John and I both moved deer on our way to our stands. We spent 12 hours in our stands watching the cutover, and on the first day saw no deer. As I climbed down, deer ran in circles in the creek bottom behind me, but I couldn’t see them.

On the second day, John had tree bark fall into his eye, and he had to leave the woods at 10:30 a.m. after seeing no deer. I also zeroed.

In fairness to John, we note that another club member shot a 2 1/2-year-old 8-pointer five days before our hunt that ran into the area near his stand, and there was significant hunter activity trailing the buck.

“After seeing the property, I can say that it has one big thing going for it as far as big-buck potential — good cover,” said John. “In looking at a new piece of property that’s one of the first things I look for — bedding cover, and the thickest stuff around where a big buck would feel comfortable.

“If I could hunt the property next year and wanted to attempt to kill a good buck, I’d put on my briar pants after deer season and spend several weekends walking in all the clearcuts and briar patches looking for bedding areas and funnels. All of those tree-lined drains in the cuts have potential for stand sites in which to kill a good deer as it travels the edges. Big bucks like edges in thick cover. I would check out every drain, and then I would cut trails into the ones with potential and go ahead and hang stands as high as possible, making sure I had several trails for each potential wind direction. I might even cut trails through the cuts (not damaging the pines, of course) and attempt to alter deer movement. That would probably mean you would have to be back out in the summer to trim them out, but the majority of the work would be done when the weather was cool. Good entry trails where you can be quiet getting into these areas are a must as you’ll be near their bedding areas. The only problem is that the deer will use the trails, too.

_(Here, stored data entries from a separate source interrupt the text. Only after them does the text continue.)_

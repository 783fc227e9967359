"""The lumped network reduced to its nodes with capacity, and its exact solution in pieces.

Between two changes of condition or power the nodes with a heat capacity obey a linear system
with constant coefficients and a forcing linear in time (``tau = t - t0``)::

    dθ/dt = A θ + g0 + g1 tau,    A = -C⁻¹ S,

``θ = T - T_ref`` their temperatures, ``C`` their heat capacities and ``S = K_dd - K_da
K_aa⁻¹ K_ad`` the conductance matrix that remains once the nodes without capacity (which
follow at once) are eliminated (a Schur complement of the network's matrix ``K``). The exact
solution of such a piece is an affine particular solution plus the decaying modes::

    θ(tau) = u0 + u1 tau + V exp(Λ tau) V⁻¹ (θ(0) - u0),   S u1 = C g1,   S u0 = C (g0 - u1),

with ``A = V Λ V⁻¹`` (the eigenvector method of Moler & Van Loan [1]_, section 6, for the
exponential of a matrix that has a well-conditioned eigenvector basis). The affine part comes
from a linear solve, not from the eigenvalues, so the end state of a long piece is the steady
state to the accuracy of that solve.

Where ``S`` is symmetric (conductances between nodes are symmetric: every network built by
:func:`~finkit.physics.transient.network.chain_network`), ``S v = mu C v`` is a
symmetric-definite problem: ``C^(1/2) S⁻¹ C^(1/2) = Q diag(tau) Qᵀ`` gives real time
constants ``tau`` (``Λ = -1/tau``) and ``V = C^(-1/2) Q``, ``V⁻¹ = Qᵀ C^(1/2)`` (Golub & Van
Loan [2]_, section 8.7). Decomposing the inverse puts the absolute rounding error of the
symmetric eigensolver, about ``1e-16 max(tau)``, on the time constants, so the slow modes that
set a time to a limit keep full relative accuracy however stiff the network (a floored
resistance gives rates of 1e9 s⁻¹ beside 1e-2 s⁻¹). Otherwise ``A`` is decomposed as it
stands and accepted only when its eigenvalues are real and negative and its eigenvectors well
conditioned; :func:`modes` returns None when they are not, and the caller integrates that
history with the ODE solver instead.

References
----------
.. [1] Moler, C. and Van Loan, C., "Nineteen dubious ways to compute the exponential of a
   matrix, twenty-five years later", SIAM Review 45(1), 3-49, 2003. doi:10.1137/S00361445024180
.. [2] Golub, G.H. and Van Loan, C.F., Matrix Computations, 4th ed., Johns Hopkins University
   Press, 2013.
"""

from __future__ import annotations

from dataclasses import dataclass

import numpy as np

from finkit.errors import InputError
from finkit.physics.airflow.roots import bracketed_root
from finkit.physics.transient.network import ThermalNetwork

#: Relative tolerance on the symmetry of ``S`` and on the imaginary parts of eigenvalues [-].
SYMMETRY_TOLERANCE = 1e-10
#: Largest condition number of a non-symmetric system's eigenvector basis accepted [-].
CONDITION_LIMIT = 1e8
#: Log-spaced points per decade of the grid each piece is searched on for maxima [-].
POINTS_PER_DECADE = 12
#: Evenly spaced points of that grid [-].
EVEN_POINTS = 33


@dataclass(frozen=True)
class Reduced:
    """A network reduced to its nodes with capacity (the others follow algebraically)."""

    dynamic: np.ndarray  # indices of nodes with capacity
    a: np.ndarray  # (B, d, d): dθd/dt = a θd + b_air θ_in + b_p P   (θ = T - T_ref)
    b_air: np.ndarray  # (B, d) times (T_in - T_ref)
    b_p: np.ndarray  # (B, d)
    m: np.ndarray  # (B, n, d): θ_all = m θd + m_air (T_in - T_ref) + m_p P
    m_air: np.ndarray  # (B, n)
    m_p: np.ndarray  # (B, n)
    stiffness: np.ndarray  # (B, d, d): S, with a = -S / C
    capacity: np.ndarray  # (B, d): C of the nodes with capacity


def reduce(network: ThermalNetwork) -> Reduced:
    """The network's nodes with capacity, the others eliminated (see the module notes).

    Parameters
    ----------
    network : ThermalNetwork
        The network. [-]
    """
    cap = network.heat_capacity
    has = cap > 0
    if np.any(has != has[:1]):
        raise InputError(
            "heat capacities: a node has capacity in some designs and none in others; give all "
            "designs the same nodes"
        )
    dyn = np.flatnonzero(has[0])
    alg = np.flatnonzero(~has[0])
    if dyn.size == 0:
        raise InputError("heat capacities: no node has a heat capacity")
    k = network.matrix()
    air = network.air_conductance
    n = k.shape[1]
    e_p = np.zeros(n)
    e_p[network.power_node] = 1.0
    b = k.shape[0]
    k_dd = k[:, dyn][:, :, dyn]
    k_da = k[:, dyn][:, :, alg]
    k_ad = k[:, alg][:, :, dyn]
    k_aa = k[:, alg][:, :, alg]
    # Algebraic nodes: K_ad θd + K_aa θa = air_a θ_in + e_a P
    if alg.size:
        inv = np.linalg.inv(k_aa)
        alg_d = -inv @ k_ad  # (B, a, d)
        alg_air = np.einsum("bij,bj->bi", inv, air[:, alg])
        alg_p = np.einsum("bij,j->bi", inv, e_p[alg])
    else:
        alg_d = np.zeros((b, 0, dyn.size))
        alg_air = np.zeros((b, 0))
        alg_p = np.zeros((b, 0))
    c = cap[:, dyn]
    # C θd' = -K_dd θd - K_da θa + air_d θ_in + e_d P
    s = k_dd + k_da @ alg_d
    a = -s / c[:, :, None]
    b_air = (air[:, dyn] - np.einsum("bij,bj->bi", k_da, alg_air)) / c
    b_p = (e_p[dyn][None, :] - np.einsum("bij,bj->bi", k_da, alg_p)) / c
    m = np.zeros((b, n, dyn.size))
    m[:, dyn, np.arange(dyn.size)] = 1.0
    m[:, alg, :] = alg_d
    m_air = np.zeros((b, n))
    m_air[:, alg] = alg_air
    m_p = np.zeros((b, n))
    m_p[:, alg] = alg_p
    return Reduced(dyn, a, b_air, b_p, m, m_air, m_p, s, c)


@dataclass(frozen=True)
class Modes:
    """Eigen-decomposition ``A = V diag(rate) V⁻¹`` of a reduced network, per design."""

    rate: np.ndarray  # (B, d), real and negative [s⁻¹]
    vectors: np.ndarray  # (B, d, d)
    inverse: np.ndarray  # (B, d, d)


def modes(red: Reduced) -> tuple[Modes | None, str]:
    """The modes of a reduced network, or None with the reason they cannot be used.

    Parameters
    ----------
    red : Reduced
        The reduced network. [-]

    Returns
    -------
    tuple
        ``(Modes, "")``, or ``(None, reason)`` when the eigenvalues are not all real and
        negative or (non-symmetric ``S``) the eigenvector basis is ill conditioned.
    """
    s, c = red.stiffness, red.capacity
    scale = np.max(np.abs(s), axis=(1, 2), keepdims=True)
    if not np.all(np.isfinite(s)):
        return None, "the network's matrix is not finite"
    if np.all(np.abs(s - np.swapaxes(s, 1, 2)) <= SYMMETRY_TOLERANCE * scale):
        # C^(1/2) S⁻¹ C^(1/2): its eigenvalues are the time constants (module notes)
        root = np.sqrt(c)
        try:
            w = root[:, :, None] * np.linalg.solve(s, np.eye(c.shape[1]) * root[:, None, :])
        except np.linalg.LinAlgError:
            return None, "a mode of the network does not decay (no path to the air)"
        tau, q = np.linalg.eigh(0.5 * (w + np.swapaxes(w, 1, 2)))
        if not np.all((tau > 0) & np.isfinite(tau)):
            return None, "a mode of the network does not decay (no path to the air)"
        rate = -1.0 / tau
        vectors = q / root[:, :, None]
        inverse = np.swapaxes(q, 1, 2) * root[:, None, :]
    else:
        lam, vec = np.linalg.eig(red.a)
        if np.any(np.abs(lam.imag) > SYMMETRY_TOLERANCE * np.abs(lam).max(axis=1, keepdims=True)):
            return None, "the network's modes oscillate (complex eigenvalues)"
        # a real eigenvalue has a real eigenvector: drop the rounding in the imaginary part
        rate, vectors = lam.real, vec.real
        with np.errstate(all="ignore"):
            condition = np.linalg.cond(vectors)
        if not np.all(condition < CONDITION_LIMIT):
            return None, "the network has no well-conditioned basis of modes"
        inverse = np.linalg.inv(vectors)
    if not np.all((rate < 0) & np.isfinite(rate)):
        return None, "a mode of the network does not decay (no path to the air)"
    return Modes(rate, vectors, inverse), ""


@dataclass(frozen=True)
class Piece:
    """The exact history of one piece: every node ``alpha + beta tau + gamma · exp(rate tau)``.

    Arrays per design ``(B, ...)``; ``n`` nodes, ``d`` modes; ``tau`` from the piece's start.
    """

    alpha: np.ndarray  # (B, n) [K]
    beta: np.ndarray  # (B, n) [K s⁻¹]
    gamma: np.ndarray  # (B, n, d) [K]
    rate: np.ndarray  # (B, d) [s⁻¹]
    dynamic_end: np.ndarray  # (B, d): θd at the end [K]
    convected: np.ndarray  # (B,): heat to the air over the piece [J]

    def value(self, tau) -> np.ndarray:
        """Node excess temperatures at times ``tau``, shape (B, n, m) [K].

        Parameters
        ----------
        tau : array_like, shape (m,)
            Times from the piece's start, shared by the designs [s].
        """
        return self.alpha[:, :, None] + self._modal(tau, 0)

    def slope(self, tau) -> np.ndarray:
        """Time derivative of every node at times ``tau``, shape (B, n, m) [K s⁻¹].

        Parameters
        ----------
        tau : array_like, shape (m,)
            Times from the piece's start, shared by the designs [s].
        """
        return self._modal(tau, 1)

    def at(self, design, node, tau, order: int = 0) -> np.ndarray:
        """Entry by entry: node ``node[i]`` of design ``design[i]`` at ``tau[i]`` [K], or its
        time derivative with ``order=1`` [K s⁻¹].

        Parameters
        ----------
        design, node : ndarray of int
            Design and node of each entry. [-]
        tau : ndarray
            Time of each entry from the piece's start [s].
        order : int
            0: the excess temperature, 1: its time derivative. [-]
        """
        rate = self.rate[design]
        decay = rate**order * np.exp(rate * np.asarray(tau, float)[:, None])
        modal = np.sum(self.gamma[design, node] * decay, axis=1)
        if order == 1:
            return self.beta[design, node] + modal
        return self.alpha[design, node] + self.beta[design, node] * tau + modal

    def _modal(self, tau, order):
        """``d^order/dtau^order (beta tau + gamma · exp(rate tau))`` for order 0 or 1."""
        tau = np.asarray(tau, float)
        rate = self.rate[:, :, None]
        decay = rate**order * np.exp(rate * tau[None, None, :])
        affine = self.beta[:, :, None] * (tau if order == 0 else 1.0)
        return affine + np.einsum("bnd,bdm->bnm", self.gamma, decay)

“Doing this would definitely put you in the driver’s seat come next deer season with the added benefit of being able to hunt areas that 98 percent of the other hunters simply wouldn’t go to the trouble to prepare for hunting.”

It’s reality hunting at its best. Nobody pulled the trigger, but I took away some valuable lessons from the assignment. One, summer scouting really does work, as was shown in the results from Seginak No. 2. And two, if you’re a member of a heavily hunted club, you may want to reconsider where, when and why you hunt the places you do.